= Brian Yazzie =

Navajo chef

Brian Yazzie, known as Yazzie the Chef is a Navajo chef. He celebrates and promotes Indigenous American foods.

He was born into the Navajo Nation in Dennehotso, Arizona. He moved to Minnesota in 2013.

In 2017, he became the chef de cuisine at Sean Sherman's the Sioux Chef.

In 2018, Yazzie and his wife Danielle Yazzie-Polk founded Intertribal Foodways, a catering company in St. Paul. The company prepares Indigenous meals and leads demonstrations for Native American communities. In 2020, he started working at Gatherings Cafe, but it shut down due to the coronavirus pandemic.

During the COVID-19 pandemic, he partnered with the Minneapolis American Indian Center to prepare hundreds of meals for elderly people and delivering them for free.
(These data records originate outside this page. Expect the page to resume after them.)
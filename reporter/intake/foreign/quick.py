"""Long workbooks by a fast reader, after the look at the file has bounded what it will lay out in memory.

The reader does not tell error values and formulas without a value from blanks, nor percentages from numbers: the look
at the bytes has found those, and they are put back.
"""

from __future__ import annotations

import io
import re
import zipfile
from collections.abc import Iterator, Mapping, Sequence
from dataclasses import dataclass, field
from datetime import date, datetime
from operator import itemgetter
from typing import Any, overload

import numpy as np

from reporter.intake.corner import column_number
from reporter.intake.guard import Look
from reporter.intake.table import Raw
from reporter.intake.workbook import raw

#: A workbook of more cells is read by the fast reader.
MANY_CELLS = 100_000
#: It lays a sheet out as a full rectangle: so many fields at most, whether filled or not.
MAX_FIELDS = 4_000_000
#: So many bytes of text at most, counted as often as cells show it.
MAX_TEXT = 400 << 20
_SHARED = re.compile(rb"<si[\s>/]")
_USED = re.compile(rb" t=\"s\"[^<>]*>\s*<v>(\d{1,9})</v>")
_CELL = re.compile(r"([A-Z]+)(\d+)")
_PERCENTS = frozenset({9, 10})

Position = tuple[int, int]


class SheetRows(Sequence[tuple[Raw, ...]]):
    """The rows of a sheet as the fast reader gives them, with what it loses; blank cells are None.

    Parameters
    ----------
    rows
        Rows of values of equal length, a blank cell an empty text.
    others
        Values at positions where the reader has none, or another.
    """

    __slots__ = ("_others", "_rows", "_whole")

    def __init__(self, rows: Sequence[Sequence[Any]], others: Mapping[Position, Raw]) -> None:
        self._rows = rows
        self._whole: dict[int, list[Any]] = {}
        self._others: dict[int, dict[int, Raw]] = {}
        for (row, column), value in others.items():
            self._others.setdefault(row, {})[column] = value

    def __len__(self) -> int:
        return len(self._rows)

    @overload
    def __getitem__(self, index: int) -> tuple[Raw, ...]: ...
    @overload
    def __getitem__(self, index: slice) -> Sequence[tuple[Raw, ...]]: ...
    def __getitem__(self, index: int | slice) -> tuple[Raw, ...] | Sequence[tuple[Raw, ...]]:
        if isinstance(index, slice):
            return [self[row] for row in range(*index.indices(len(self)))]
        own = self._others.get(index % len(self._rows) if self._rows else index)
        values = [_raw(value) for value in self._rows[index]]
        for column, value in own.items() if own else ():
            values[column] = value
        return tuple(values)

    def __iter__(self) -> Iterator[tuple[Raw, ...]]:
        return (self[row] for row in range(len(self)))

    @property
    def widths(self) -> list[int]:
        """The number of cells of each row."""
        return list(map(len, self._rows))

    def filled(self) -> Iterator[int]:
        """Positions of the rows that hold anything."""
        return (number for number in range(len(self._rows)) if self._holds(number))

    def _holds(self, row: int) -> bool:
        return row in self._others or any(not isinstance(value, str) or value.strip() for value in self._rows[row])

    def wordy(self) -> list[int]:
        """Positions of the rows that hold a text."""
        return [number for number, row in enumerate(self._rows) if str in map(type, row)]

    @property
    def end(self) -> int:
        """One past the last row that holds anything."""
        return next((row for row in range(len(self._rows), 0, -1) if self._holds(row - 1)), 0)

    def columns(self, columns: Sequence[int], rows: Sequence[int]) -> list[list[Raw]]:
        """The cells of some columns in some rows, None where a row is short."""
        found = []
        for column in columns:
            whole = self._column(column)
            cells = whole[rows.start : rows.stop] if isinstance(rows, range) else [whole[row] for row in rows]
            if not set(map(type, cells)) <= {float, datetime}:
                cells = [_raw(value) for value in cells]
            found.append(cells)
        if self._others:
            at = {row: index for index, row in enumerate(rows)}
            for row, own in self._others.items():
                for place, column in enumerate(columns):
                    if row in at and column in own:
                        found[place][at[row]] = own[column]
        return found

    def _column(self, column: int) -> list[Any]:
        """A whole column as the fast reader gave it, kept: it is asked for by more than one room."""
        if column not in self._whole:
            wide = bool(self._rows) and column < len(self._rows[0])
            self._whole[column] = list(map(itemgetter(column), self._rows)) if wide else [""] * len(self._rows)
        return self._whole[column]


def _raw(value: Any) -> Raw:
    """A value as the usual reader gives it: nothing for a blank, a date with its midnight."""
    if value == "" and isinstance(value, str):
        return None
    if type(value) is date:
        return datetime(value.year, value.month, value.day)
    return raw(value)


@dataclass(frozen=True, slots=True)
class QuickSheet:
    """One sheet: its name, rows, and what is special about some; positions count from 0."""

    title: str
    rows: SheetRows
    hidden: bool = False
    hidden_rows: frozenset[int] = frozenset()
    percent: frozenset[Position] = frozenset()
    uncalculated: frozenset[Position] = frozenset()
    merged: tuple[tuple[int, int, int, int], ...] = field(default=())


def is_long(look: Look) -> bool:
    """Whether a workbook is long, and all of it is written in the way the fast reader may be trusted with."""
    return look.counts[b"c"] > MANY_CELLS and look.plain and not any(scan.odd for scan in look.scans.values())


def too_large(content: bytes, look: Look) -> str:
    """How a long workbook is larger in memory than its cells tell; empty if it is not."""
    fields = sum(scan.last_row * scan.last_column for scan in look.scans.values())
    if fields > MAX_FIELDS:
        return f"cells spread over {fields:,} fields"
    if max(scan.longest for scan in look.scans.values()) * look.counts[b"c"] <= MAX_TEXT:
        return ""
    size = _text_size(content)
    return f"{size >> 20} MB of repeated text" if size > MAX_TEXT else ""


def _text_size(content: bytes) -> int:
    """The bytes of the shared texts of all cells, each as often as it is used: the fast reader copies them."""
    with zipfile.ZipFile(io.BytesIO(content)) as archive:
        names = archive.namelist()
        shared = next((name for name in names if name.lower().endswith("sharedstrings.xml")), None)
        if shared is None:
            return 0
        lengths = np.diff([found.start() for found in _SHARED.finditer(archive.read(shared) + b"<si>")])
        used = (np.array(_USED.findall(archive.read(name)), dtype=np.int64) for name in names if _is_sheet(name))
        return sum(int(lengths[each[each < len(lengths)]].sum()) for each in used)


def _is_sheet(name: str) -> bool:
    return name.lower().endswith(".xml") and not name.lower().endswith("sharedstrings.xml")


def quick_sheets(content: bytes, look: Look, parts: Mapping[str, str]) -> tuple[list[QuickSheet], bool]:
    """The sheets of a long workbook, and whether its days count from 1904.

    Parameters
    ----------
    content
        The bytes of the file.
    look
        What the look at it found.
    parts
        The part of the container each sheet's cells stand in, with the name of the sheet.
    """
    from python_calamine import CalamineWorkbook, SheetTypeEnum, SheetVisibleEnum

    by_name = {name: part for part, name in parts.items()}
    with zipfile.ZipFile(io.BytesIO(content)) as archive:
        formats = _percent_formats(archive)
        shares = {name: _percent_cells(archive, part, formats) for name, part in by_name.items()} if formats else {}
        late = _is_late(archive.read("xl/workbook.xml"))
    if any(part not in look.scans for part in parts):
        raise ValueError("a sheet stands in a part that was not looked at")
    book = CalamineWorkbook.from_filelike(io.BytesIO(content))
    sheets = []
    for about in book.sheets_metadata:
        if about.typ != SheetTypeEnum.WorkSheet:
            continue
        page, part = book.get_sheet_by_name(about.name), by_name.get(about.name, "")
        never = frozenset(map(_position, look.uncalculated.get(part, ())))
        scan = look.scans[part]
        others: dict[Position, Raw] = {_position(cell): text for cell, text in scan.errors.items()}
        rows = SheetRows(page.to_python(skip_empty_area=False), others)
        hidden_rows = frozenset(row - 1 for row in scan.hidden) & frozenset(rows.filled() if scan.hidden else ())
        merged = tuple((a, b, c, d) for (a, b), (c, d) in page.merged_cell_ranges or ())
        hidden = about.visible != SheetVisibleEnum.Visible
        sheets.append(
            QuickSheet(about.name, rows, hidden, hidden_rows, shares.get(about.name, frozenset()), never, merged)
        )
    return sheets, late


def _is_late(book: bytes) -> bool:
    """Whether days count from 1904."""
    from defusedxml.ElementTree import fromstring

    marks = (node.get("date1904") for node in fromstring(book) if node.tag.endswith("}workbookPr"))
    return any(mark in ("1", "true") for mark in marks)


def _position(cell: str) -> Position:
    match = _CELL.fullmatch(cell)
    assert match is not None
    return int(match[2]) - 1, column_number(match[1]) - 1


def _percent_formats(archive: zipfile.ZipFile) -> list[int]:
    """Positions of the cell formats that show a number as a percentage."""
    from defusedxml.ElementTree import fromstring

    name = next((name for name in archive.namelist() if name.endswith("styles.xml")), None)
    if name is None:
        return []
    tree = fromstring(archive.read(name))
    codes = {
        int(n.get("numFmtId", -1)) for n in tree.iter() if n.tag.endswith("}numFmt") and "%" in n.get("formatCode", "")
    }
    formats = next((node for node in tree.iter() if node.tag.endswith("}cellXfs")), ())
    return [at for at, one in enumerate(formats) if int(one.get("numFmtId", 0)) in codes | _PERCENTS]


def _percent_cells(archive: zipfile.ZipFile, part: str, formats: Sequence[int]) -> frozenset[Position]:
    """The cells of a part that are shown as percentages."""
    numbers = "|".join(map(str, formats))
    tag = re.compile(rf'<c\s(?=[^<>]*\bs="(?:{numbers})")(?![^<>]*\bt="(?!n"))[^<>]*?\br="([A-Z]+\d+)"'.encode())
    return frozenset(_position(cell.decode()) for cell in tag.findall(archive.read(part)))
Yazzie is a member of I-Collective, a group of indigenous chefs, farmers, foragers, hunters, and food historians. He is also involved with Slow Food and was a delegate to Terra Madre Salone del Gusto in Turin, Italy and to Indigenous Terra Madre in Japan.

PBS's Independent Lens made an episode of their series of shorts "alter-NATIVE: Kitchen" about Yazzie.